▶ Extracted records:
def _scenario() -> dict[str, Any]:  # noqa: PLR0915 (one linear story)
    import io

    import django

    t_start = time.perf_counter()
    django.setup()
    from django.conf import settings
    from django.contrib.auth.models import Group, User
    from django.core.cache import cache
    from django.core.management import call_command
    from django.db import OperationalError, connections, router, transaction
    from django.http import HttpResponse
    from django.test import RequestFactory
    from django.test.utils import CaptureQueriesContext, override_settings, setup_test_environment
    from rest_framework.authtoken.models import Token
    from rest_framework.test import APIClient

    from lcstore.dbrouter import ReplicaRoutingMiddleware, read_connection, sticky_key
    from lcstore.models import Band, FluxPoint, Instrument, Source, Upload

    setup_test_environment()
    facts: dict[str, Any] = {"timeline": []}

    def mark(what: str) -> None:
        facts["timeline"].append((what, round(time.perf_counter() - t_start, 2)))

    primary, standby = connections["default"], connections["replica"]
    replica_settings = settings.DATABASES["replica"]
    facts["wiring"] = {
        "routers": list(settings.DATABASE_ROUTERS),
        "middleware_last": settings.MIDDLEWARE[-1],
        "replica_test": {k: v for k, v in replica_settings["TEST"].items() if k == "MIRROR"},
        "replica_options": replica_settings["OPTIONS"].get("options", ""),
    }

    def one(conn: Any, sql: str, params: list[Any] | None = None) -> Any:
        with conn.cursor() as cur:
            cur.execute(sql, params or [])
            return cur.fetchone()[0]

    def catch_up() -> None:
        lsn = one(primary, "SELECT pg_current_wal_lsn()::text")
        deadline = time.monotonic() + 20
        while not one(standby, "SELECT pg_last_wal_replay_lsn() >= %s::pg_lsn", [lsn]):
            if time.monotonic() > deadline:
                raise RuntimeError("the standby did not catch up within 20 s")
            time.sleep(0.02)

    mark("django ready")
    call_command("migrate", verbosity=0)
    mark("migrated")

    def wait_for_standby() -> None:
        deadline = time.monotonic() + 60
        while True:  # the standby may still be starting ("the database system is starting up")
            try:
                standby.ensure_connection()
                return
            except OperationalError:
                if time.monotonic() > deadline:
                    raise
                time.sleep(0.1)

    wait_for_standby()
    mark("standby accepts connections")
    facts["in_recovery"] = {
        "default": one(primary, "SELECT pg_is_in_recovery()"),
        "replica": one(standby, "SELECT pg_is_in_recovery()"),
    }

    # An invented catalogue (names as in tests/conftest.py), written outside any request.
    Source.objects.create(slug="tarn-7", name="Tarn 7", ra=150.0, dec=20.0)
    Instrument.objects.create(
        slug="fern-0p6",
        name="Fern 0.6 m",
        kind="ground",
        site_lon=10.0,
        site_lat=45.0,
        site_height=500.0,
        default_time_format="mjd",
        default_time_scale="tdb",
        default_time_reference="BARYCENTER",
    )
    # Cousins R zero point: Bessell, Castelli & Plez 1998, Table A2 (as in tests/conftest.py).
    Band.objects.create(
        slug="r", name="Cousins R", kind="flux_density", wavelength_eff=6410.0,
        mag_system="Vega", zero_point_jy=3064.0,
    )  # fmt: skip
    uploader = User.objects.create_user(username="ada")
    uploader.groups.add(Group.objects.get(name="contributors"))
    other = User.objects.create_user(username="dov")

    def client(user: Any | None) -> APIClient:
        c = APIClient()
        if user is not None:
            c.credentials(HTTP_AUTHORIZATION=f"Token {Token.objects.create(user=user).key}")
        return c

    ada, dov, anon = client(uploader), client(other), client(None)
    fields = dict(
        source="tarn-7", band="r", instrument="fern-0p6", value_unit="mJy",
        time_format="mjd", time_scale="tdb", time_reference="BARYCENTER",
    )  # fmt: skip

    def upload(content: bytes, name: str) -> Any:
        f = io.BytesIO(content)
        f.name = name
        return ada.post("/api/v1/uploads/", {"file": f, **fields}, format="multipart")

    def step(c: APIClient, path: str, call: Any = None) -> dict[str, Any]:
        with CaptureQueriesContext(primary) as on_p, CaptureQueriesContext(standby) as on_s:
            r = call() if call else c.get(path)
        out = {
            "status": r.status_code,
            "primary": [q["sql"] for q in on_p.captured_queries],
            "standby": [q["sql"] for q in on_s.captured_queries],
            "cache": r.get("X-Lcstore-Cache"),
        }
        if call is None and r.status_code == 200:
            out["rows"] = len(r.json()["rows"])
        return out

    curve = "/api/v1/sources/tarn-7/lightcurve/"
    n0, n1, n2 = 3, 2, 4
    facts.update(n0=n0, n1=n1, n_extra=1)
    first = upload(_rows_csv(60000.0, n0, 1.0), "first.csv")
    assert first.status_code == 201, first.content
    catch_up()
    mark("first upload replicated")
    facts["standby_tables"] = one(
        standby, "SELECT count(*) FROM pg_tables WHERE tablename LIKE 'lcstore_%%'"
    )
    steps: dict[str, Any] = {}
    facts["steps"] = steps
    with override_settings(LCSTORE_CACHE_ANSWERS=False):  # every answer computed afresh
        steps["anonymous_before"] = step(anon, curve)
        one(standby, "SELECT pg_wal_replay_pause()")
        facts["replay_paused"] = one(standby, "SELECT pg_get_wal_replay_pause_state()")
        # The extra point (see the module docstring), on the primary only until replay resumes.
        extra = FluxPoint.objects.filter(upload_id=first.json()["id"]).order_by("t").first()
        extra.pk, extra.t = None, extra.t + 0.05
        extra.save()
        steps["upload"] = step(ada, "", lambda: upload(_rows_csv(60010.0, n1, 2.0), "second.csv"))
        wrote_at = time.monotonic()
        until = cache.get(sticky_key(uploader.pk))
        facts["mark_set"] = until is not None and until > time.time()
        steps["uploader_right_after"] = step(ada, curve)
        steps["other_user_lagging"] = step(dov, curve)
        steps["anonymous_lagging"] = step(anon, curve)
        time.sleep(max(0.0, wrote_at + STICKY_SECONDS + 0.1 - time.monotonic()))
        steps["uploader_after_window"] = step(ada, curve)
        steps["uploader_after_window"]["after_write_s"] = time.monotonic() - wrote_at
        one(standby, "SELECT pg_wal_replay_resume()")
        catch_up()
        steps["anonymous_after_replay"] = step(anon, curve)

    mark("uncached steps")
    # The router's rules, seen from inside requests (RequestFactory + the middleware).
    seen: dict[str, Any] = {}

    def probe(request: Any) -> HttpResponse:
        prefix = request.method.lower() + "_request"
        seen[prefix] = router.db_for_read(Upload)
        seen[prefix + "_read_connection"] = read_connection().alias
        seen["accounts_in_" + prefix] = router.db_for_read(User)
        with transaction.atomic():
            seen[prefix + "_in_atomic"] = router.db_for_read(Upload)
            seen[prefix + "_in_atomic_read_connection"] = read_connection().alias
        return HttpResponse()

    ReplicaRoutingMiddleware(probe)(RequestFactory().get("/"))
    ReplicaRoutingMiddleware(probe)(RequestFactory().post("/"))
    seen["outside_request"] = router.db_for_read(Upload)
    facts["router"] = seen

    # Cached answers (on, as in production) while the standby lags behind an upload.
    with override_settings(LCSTORE_CACHE_ANSWERS=True):
        cache.clear()
        query = curve + "?bands=r"
        one(standby, "SELECT pg_wal_replay_pause()")
        third = upload(_rows_csv(60020.0, n2, 3.0), "third.csv")
        assert third.status_code == 201, third.content
        c: dict[str, Any] = {"n_before": n0 + 1 + n1, "n_after": n0 + 1 + n1 + n2}
        c["lagging"] = step(dov, query)
        one(standby, "SELECT pg_wal_replay_resume()")
        catch_up()
        c["after_replay"] = step(anon, query)
        c["again"] = step(dov, query)
        facts["cache"] = c
    mark("cached steps")

    # The standby stops and comes back (dbrouter rule 6). This process keeps a connection
    # to it from the steps above; after the stop that connection is dead.
    cluster = os.environ["LCREPL_STANDBY_CLUSTER"].split()
    ctl = ["pg_ctlcluster", "--skip-systemctl-redirect", *cluster]

    def step_on_primary(c: APIClient) -> dict[str, Any]:
        """A step while the standby is down (capturing on it would connect to it)."""
        with CaptureQueriesContext(primary) as on_p:
            t0 = time.perf_counter()
            r = c.get(curve)
            seconds = time.perf_counter() - t0
        return {
            "status": r.status_code,
            "rows": len(r.json()["rows"]) if r.status_code == 200 else None,
            "primary": [q["sql"] for q in on_p.captured_queries],
            "seconds": seconds,
        }

    down: dict[str, Any] = {"n": n0 + 1 + n1 + n2}
    facts["down"] = down
    with override_settings(LCSTORE_CACHE_ANSWERS=False):
        down["before"] = step(anon, curve)
        _run([*ctl, "stop", "-m", "fast"])
        mark("standby stopped")
        down["kept_connection_dead"] = step_on_primary(anon)
        down["within_retry"] = step_on_primary(dov)
        seen_down: dict[str, Any] = {}

        def probe_down(request: Any) -> HttpResponse:
            seen_down["get_request"] = router.db_for_read(Upload)
            seen_down["read_connection"] = read_connection().alias
            return HttpResponse()

        ReplicaRoutingMiddleware(probe_down)(RequestFactory().get("/"))
        down["router"] = seen_down
        time.sleep(RETRY_SECONDS + 0.1)
        down["after_retry_still_down"] = step_on_primary(anon)
        _run([*ctl, "start"])
        wait_for_standby()
        mark("standby back")
        time.sleep(RETRY_SECONDS + 0.1)
        down["back"] = step(anon, curve)
    for conn in connections.all():
        conn.close()
    return facts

▶ The problem: What lines above contain the word "connections"? Please copy each one.

▶ Answer to the problem:
    from django.db import OperationalError, connections, router, transaction
    primary, standby = connections["default"], connections["replica"]
    mark("standby accepts connections")
    for conn in connections.all():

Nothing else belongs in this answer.